Le chef de gare réfléchit un instant et acquiesça : « D'accord, tu peux te cacher ici un moment, et ne ressorte pas dans les rues. »
Le colonel Belger vérifia l'heure.
Une demi-heure s'était écoulée depuis l'explosion, et comme le maréchal Vilna ne donnait pas de nouvelles, on ne pouvait en conclure qu'une chose : l'opération avait échoué.
Le fait que ni les Gardes constitutionnels ni le Ministère impérial n'aient encore fait irruption dans son bureau indiquait que l'assassin avait pris grand soin de se débarrasser de toute preuve compromettante sur lui.
Bien sûr, vu les capacités du Ministère impérial, ce n'était qu'une question de temps avant qu'ils ne viennent le chercher.
Alors que le colonel Belger s'approchait de l'armoire à spiritueux, il se souvint que son ordonnance était parti depuis un temps anormalement long.

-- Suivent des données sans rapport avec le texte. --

"""The ``subs`` command: where the subwoofers go and how to set them, for several seats."""

from __future__ import annotations

import time
from pathlib import Path

import click
import numpy as np

from .. import __version__
from ..analysis.subs import (
    BEFORE_CROSSOVER_HZ,
    CAUTIONS,
    CROSSOVER_TYPE,
    IDLE_BELOW_LOUDEST_DB,
    IDLE_NEAR_LIMIT_DB,
    MEASURED_NOTE,
    MIN_GAIN_DB,
    RANKING_RULE,
    SCORE_WEIGHTS,
    SHARED_EQ_MAX_CUT_DB,
    SHARED_EQ_MAX_RAISE_DB,
    optimise_subs,
    room_with_config,
    shared_eq,
    tune_measured,
)
from ..analysis.uncertainty import SUBS_SAMPLES, subs_bands
from ..io.roomfile import room_to_toml, write_text_atomic
from ..present.plots_subs import plot_subs
from ._measured import mic_cal_option, read_mic_cal, read_wav_or_fail, wav_channel_option, window_option
from ._util import (
    CONTEXT,
    MODEL_CAUTION,
    check_output,
    dump_json,
    echo_err,
    fail,
    json_option,
    load_or_fail,
    method_option,
    protect_inputs,
    room_inputs,
    uncertainty_options,
    uncertainty_text,
    units_option,
    walls_text,
)


def _maybe(v):
    """A figure, or "-" when it was not computed (NaN)."""
    return "-" if not np.isfinite(v) else f"{v:.2f}"


def _count(n):
    return f"{n} sub{'s' if n != 1 else ''}"


def _paired_text(below, n_ranked):
    """How often each ranked configuration beats the first in the same drawn rooms."""
    if n_ranked < 2:
        return "(one configuration ranked: nothing to compare in the drawn rooms)"
    parts = [f"#{i + 1} in {100 * below[i]:.0f} %" for i in range(1, n_ranked)]
    return ("in the same drawn rooms, the seat-to-seat spread is below #1's for " + ", ".join(parts)
            + " of them (near 50 %: a tie within what the room file knows; the ranking keeps the nominal scores)")


def _drawn(drawn, i):
    """A configuration's spread in the drawn rooms, "median (p10-p90)"; "-" for one not drawn."""
    if i >= len(drawn):
        return "-"
    p10, p50, p90 = drawn[i]
    return f"{p50:.2f} ({p10:.2f}-{p90:.2f})"


def _polarity(p):
    return "+ (normal)" if p > 0 else "- (inverted)"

Il regarda vers la porte, se demandant : est-ce possible ?
En effet, l'ordonnance n'était à son service que depuis deux ans et le connaissait moins bien que le précédent. Le Ministère impérial s'était-il infiltré aussi profondément ?
Le colonel Belger sorti le meilleur champagne de l'armoire, s'en versa un verre, puis, comme un sommelier professionnel, le huma d'abord avant d'en prendre une petite gorgée.

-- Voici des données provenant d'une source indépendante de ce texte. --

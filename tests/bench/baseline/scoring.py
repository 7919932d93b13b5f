"""The placement search's scoring steps (``_Scorer.features``, the EQ proxy, ``_distinct``,
``_choose_step``) as they were before the scoring work: two smoothing GEMMs, a logarithm of
every area point's 1/3-octave level, a distance loop over every layout, and the coarse
plan of the chosen step built twice (once to count it). tests/bench/bench_scoring.py
swaps them in to time the whole search before and after in the same run. Not part of the
package."""

from __future__ import annotations

import numpy as np

from roommodes.analysis.search import (
    _TINY,
    COARSE_BUDGET_FLOP,
    COARSE_STEPS_M,
    EQ_MAX_BOOST_DB,
    EQ_MAX_CUT_DB,
    _coarse_plan,
    layout_distance_m,
)


def proxy_from_smoothed(level3_db, proj, points3_db=None):
    trend = level3_db - level3_db @ proj
    corr = trend - level3_db
    if points3_db is not None:
        short = trend[..., None, :] - points3_db
        corr = np.where(corr > 0, np.clip(np.min(short, axis=-2), 0.0, None),
                        0.5 * (corr + np.clip(np.max(short, axis=-2), None, 0.0)))
    return np.clip(corr, -EQ_MAX_CUT_DB, EQ_MAX_BOOST_DB)


def features(self, h, channel, correction_db=None, rows=None):
    if rows is not None:  # as the coarse pass did: the complex transfers reordered
        h = h[..., rows, :]
    power = (h.real**2 + h.imag**2) * self.speaker_power[channel]
    ls = 10 * np.log10(np.maximum(power @ self.smooth6, _TINY))
    seat = ls[..., self.seat_row, :]
    if correction_db is None:
        p3 = power @ self.smooth3
        mean3 = 10 * np.log10(np.maximum(p3.mean(axis=-2), _TINY))
        correction_db = proxy_from_smoothed(mean3, self.proj, 10 * np.log10(np.maximum(p3, _TINY)))
    after = seat + correction_db
    resid = after @ self.proj
    return {
        "seat": after,
        "correction": correction_db,
        "flat_ms": np.mean(resid**2, axis=-1),
        "flat_raw_ms": np.mean((seat @ self.proj) ** 2, axis=-1),
        "area_var": np.mean(np.var(ls, axis=-2), axis=-1),
        "boost": np.maximum(0.0, np.max(correction_db, axis=-1)),
    }


def distinct(vecs, scores, min_m, limit=None):
    v = np.asarray(vecs, dtype=float)
    kept = []
    for i in np.argsort(scores, kind="stable"):
        if not kept or np.min(layout_distance_m(v[kept], v[i])) >= min_m - 1e-9:
            kept.append(int(i))
            if limit is not None and len(kept) >= limit:
                break
    return kept


def choose_step(room, space, flop_per_pair):
    if space.step_m is not None:
        return space.step_m, _coarse_plan(room, space, space.step_m)
    for step in COARSE_STEPS_M:
        if step == COARSE_STEPS_M[-1] or _coarse_plan(room, space, step, count_only=True) * flop_per_pair \
                <= COARSE_BUDGET_FLOP:
            break
    return step, _coarse_plan(room, space, step)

Reposant le verre, il sorti un dentier enveloppé dans un mouchoir. S'il mordait dans le cyanure dissimulé dans le dentier, celui-ci se disperserait dans sa bouche, et alors tout, que ce soit le monde ou l'avenir de la Plowsonie, disparaîtrait pour lui.

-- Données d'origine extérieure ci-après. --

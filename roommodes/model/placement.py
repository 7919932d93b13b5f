"""Named standard placements of a stereo pair and the seat.

Each preset is a rule that scales with the room, so that the four can be compared in
any room file. All are mirror images about the room's centre line ``y = Ly / 2``, with
the seat on that line at the apex of an equilateral listening triangle (speaker-seat
distances equal to the speaker spacing; common practice for stereo monitoring),
moved forward when the triangle would put it closer than 0.5 m to the back wall.
Heights are woofer centres; the seat height 1.20 m is a seated ear height (common
practice). Distances to walls are to the woofer's acoustic centre, not the cabinet.

============  =====================  ==================  ===================  ==========
preset        from the front wall    spacing             from side walls      height
============  =====================  ==================  ===================  ==========
corner        0.30 m                 Ly - 0.60 m         0.30 m               1.00 m
wall          0.20 m (box backed     min(2.0, Ly - 1.2)  >= 0.60 m            1.10 m
              onto the front wall)
mid-room      max(1.0, Lx / 4)       min(2.0, Ly - 1.2)  >= 0.60 m            1.10 m
desk          0.55 m (rear edge of   min(1.1, Ly - 1.2)  >= 0.60 m            1.20 m
              a desk on the wall)
============  =====================  ==================  ===================  ==========

Why these: *corner* gives the largest boundary gain and excites every mode (a corner is
a pressure maximum of all of them); *wall* keeps the first front-wall reflection above
the band of interest (c / 4d = 429 Hz at 0.20 m) and takes the +3 dB of one boundary;
*mid-room* moves the speakers off the front wall into the region where the front-wall
cancellation notch falls in the bass (c / 4d = 86 Hz at 1 m); *desk* is the near-field
placement of small rooms and edit suites, where the desk and the short distances set
the response.
"""

from __future__ import annotations

import math
from dataclasses import dataclass

import numpy as np

from .room import WALL_MARGIN_M, Cabinet, Layout, Speaker

__all__ = ["PRESETS", "preset_layout", "triangle_layout", "TRIANGLE_FRONT_MIN_M",
           "SEAT_HEIGHT_M", "KeepOut", "SearchSpace", "default_space", "search_space",
           "DEFAULT_CABINET", "cabinet_corners", "spacing_for_cabinet", "SEARCH_KEYS"]

PRESETS = ("corner", "wall", "mid-room", "desk")
SEAT_HEIGHT_M = 1.20
_BACK_CLEARANCE_M = 0.5


def _rule(name, lx, ly):
    if name == "corner":
        return 0.30, ly - 0.60, 1.00
    if name == "wall":
        return 0.20, min(2.0, ly - 1.2), 1.10
    if name == "mid-room":
        return max(1.0, lx / 4.0), min(2.0, ly - 1.2), 1.10
    if name == "desk":
        return 0.55, min(1.1, ly - 1.2), 1.20
    raise ValueError(f"unknown layout '{name}'; choose one of {', '.join(PRESETS)}")


def preset_layout(room, name):
    """The stereo pair and seat of preset ``name`` in ``room``.

    Parameters
    ----------
    room : Room
        Its size sets the positions; the speakers of its own layout (names, low-cut,
        sensitivity) are reused, first two as left and right.
    name : str
        One of :data:`PRESETS`.

    Returns
    -------
    Layout
    """
    lx, ly, lz = room.size_m
    front, spacing, height = _rule(name, lx, ly)
    if spacing < 0.5:
        raise ValueError(f"the room is too narrow ({ly:g} m) for the '{name}' layout")
    height = min(height, lz - 0.3)
    seat_x = min(front + spacing * np.sqrt(3) / 2, lx - _BACK_CLEARANCE_M)
    if seat_x <= front + 0.3:
        raise ValueError(f"the room is too short ({lx:g} m) for the '{name}' layout")
    yl, yr = ly / 2 - spacing / 2, ly / 2 + spacing / 2
    if room.layout is not None and len(room.layout.speakers) >= 2:
        left, right = room.layout.speakers[:2]
    else:
        left, right = Speaker("left", (0, 0, 0)), Speaker("right", (0, 0, 0))
    speakers = (left.moved((front, yl, height)), right.moved((front, yr, height)))
    seat = (float(seat_x), ly / 2, min(SEAT_HEIGHT_M, lz - 0.3))
    return Layout(speakers, seat, name)


#: Smallest distance of the "triangle" rule's woofers from the front wall, m: a 30 cm deep box
#: with 10 cm behind it (the default cabinet and rear clearance of the search).
TRIANGLE_FRONT_MIN_M = 0.40
#: Smallest distance of the "triangle" rule's woofers from a side wall, m.
_TRIANGLE_SIDE_MIN_M = 0.30
#: Woofer height of the "triangle" rule, m: the tweeter of the default cabinet then sits 8 cm
#: above the seated ear (1.20 m).
_TRIANGLE_WOOFER_M = 1.10


def triangle_layout(room, seat_fraction=0.38, spacing_m=1.2):
    """The same listening triangle in every room: a rule stated in a builder's terms.

    The seat is on the centre line at ``seat_fraction`` of the length from the front wall
    (0.38 is a common-practice starting point: away from the half-length null of the odd
    length modes), at ear height 1.20 m. The woofers are ``spacing_m`` apart, 1.10 m high,
    at the apex-to-base distance of an equilateral triangle in front of the seat (common
    practice for stereo monitoring). Where that would put them nearer than
    :data:`TRIANGLE_FRONT_MIN_M` to the front wall, they stay there and the seat moves back
    to keep the triangle.

    Parameters
    ----------
    room : Room
    seat_fraction : float
        0 < seat_fraction < 1.
    spacing_m : float

    Returns
    -------
    Layout
        Named "triangle".

    Raises
    ------
    ValueError
        When the room is too narrow for the spacing or too short for the triangle.
    """
    lx, ly, lz = room.size_m
    depth = spacing_m * math.sqrt(3) / 2
    if spacing_m > ly - 2 * _TRIANGLE_SIDE_MIN_M:
        raise ValueError(f"the room is too narrow ({ly:g} m) for woofers {spacing_m:g} m apart and "
                         f"{_TRIANGLE_SIDE_MIN_M:g} m from the side walls")
    front = max(TRIANGLE_FRONT_MIN_M, seat_fraction * lx - depth)
    seat_x = front + depth
    if seat_x > lx - _BACK_CLEARANCE_M:
        raise ValueError(f"the room is too short ({lx:g} m) for a {spacing_m:g} m listening triangle "
                         f"{TRIANGLE_FRONT_MIN_M:g} m off the front wall")
    height = min(_TRIANGLE_WOOFER_M, lz - 0.3)
    if room.layout is not None and len(room.layout.speakers) >= 2:
        left, right = room.layout.speakers[:2]
    else:
        left, right = Speaker("left", (0, 0, 0)), Speaker("right", (0, 0, 0))
    speakers = (left.moved((front, ly / 2 - spacing_m / 2, height)), right.moved((front, ly / 2 + spacing_m / 2, height)))
    return Layout(speakers, (float(seat_x), ly / 2, min(SEAT_HEIGHT_M, lz - 0.3)), "triangle")


# ------------------------------------------------------------------------------ search constraints
#: The cabinet assumed when the room file describes none: a mid-size two-way box, 25 cm wide,
#: 40 cm tall, 30 cm deep, woofer 12 cm and tweeter 30 cm above its bottom (our choice; a
#: conservative size, so that a search without cabinets still keeps a real box off the wall).
DEFAULT_CABINET = Cabinet((0.25, 0.40, 0.30), (0.0, 0.12), (0.0, 0.30))

#: Keys of the ``[search]`` table (docs/placement.md).
SEARCH_KEYS = (
    "speaker_front_m", "speaker_side_m", "speaker_height_m", "symmetric", "spacing_m", "triangle",
    "triangle_tolerance", "seat_fixed", "seat_on_centre_line", "seat_height_m", "seat_front_m", "seat_side_m",
    "area_m", "area_points", "keep_out", "step_m", "ear_height_tolerance_m", "rear_clearance_m", "toe_in",
    "distinct_m",
)


def spacing_for_cabinet(cabinet):
    """Default spacing range of a stereo pair for the size of its boxes, m.

    Small boxes (under 45 cm tall) are near-field monitors: 1.0-2.0 m apart; boxes up to
    80 cm tall (large stand-mounted): 1.2-2.6 m; taller (floor-standing): 1.5-3.0 m
    (common practice for near-, mid- and far-field listening).
    """
    h = cabinet.size_m[1]
    if h < 0.45:
        return (1.0, 2.0)
    if h < 0.8:
        return (1.2, 2.6)
    return (1.5, 3.0)


def cabinet_corners(position_m, cabinet, seat_m, toe_in=True):
    """The eight corners of speaker boxes, m.

    Parameters
    ----------
    position_m : array_like (..., 3)
        Woofer centres (on the front face), m.
    cabinet : Cabinet
    seat_m : array_like (..., 3)
        The seat each box faces (broadcast against ``position_m``).
    toe_in : bool
        Turn each box about the vertical so that its front faces the seat (common practice
        for a listening triangle); False keeps the front parallel to the front wall.

    Returns
    -------
    ndarray (..., 8, 3)

    Notes
    -----
    With ``f`` the horizontal unit vector the box faces, ``l`` the horizontal unit vector
    across its face toward the seat's axis (inboard) and ``(o, u)`` the woofer's place on
    the face, the corners are ``p + a f + b l + c z`` for ``a`` in ``{0, -depth}``, ``b``
    in ``{-o - w/2, -o + w/2}`` and ``c`` in ``{-u, h - u}``.
    """
    p = np.asarray(position_m, dtype=float)
    seat = np.broadcast_to(np.asarray(seat_m, dtype=float), p.shape)
    w, h, d = cabinet.size_m
    o, u = cabinet.woofer_m
    if toe_in:
        fx, fy = seat[..., 0] - p[..., 0], seat[..., 1] - p[..., 1]
        n = np.hypot(fx, fy)
        n = np.where(n > 1e-9, n, 1.0)
        fx, fy = np.where(n > 1e-9, fx / n, 1.0), fy / n
    else:
        fx, fy = np.ones(p.shape[:-1]), np.zeros(p.shape[:-1])
    side = np.where(seat[..., 1] >= p[..., 1], 1.0, -1.0)
    lx, ly = -fy * side, fx * side
    out = []
    for a in (0.0, -d):
        for b in (-o - w / 2, -o + w / 2):
            for c in (-u, h - u):
                out.append(np.stack([p[..., 0] + a * fx + b * lx, p[..., 1] + a * fy + b * ly,
                                     p[..., 2] + c + 0 * fx], axis=-1))
    return np.stack(out, axis=-2)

Il mit le dentier dans sa bouche, comme s'il s'agissait d'une liqueur au chocolat.
À cet instant, il pensa à sa femme et à ses enfants.
Le Ministère impérial ne serait tout de même pas assez inhumain pour tuer les trois ?
Cette pensée saisit soudain le colonel Belger, lui tordant l'estomac.
Soudain, quelqu'un enfonça la porte du bureau d'un coup de pied.
Le bruit violent fit se crisper le colonel Belger, qui mordit involontairement dans le dentier.
Son corps, poussé par l'instinct de survie, tenta d'expulser immédiatement le cyanure, mais sa raison résiduelle lui dit qu'il était trop tard.
Le Ministère impérial et les Gardes constitutionnels firent irruption dans la pièce, et l'agent en tête fit voler le verre de la main de Belger avant de lui saisir la gorge pour l'empêcher d'avaler.
« Un vomitif ! »
Un autre agent versa vivement un tube entier de vomitif dans la bouche du colonel Belger.
Le corps du colonel se mit bientôt à vomir sous l'effet du vomitif.
Cinq minutes plus tard, quand le médecin se précipita à l'intérieur, il dit aux agents : « Nous l'avons sauvé, mais j'estime qu'il lui faudra quelques jours pour récupérer suffisamment pour être interrogé. »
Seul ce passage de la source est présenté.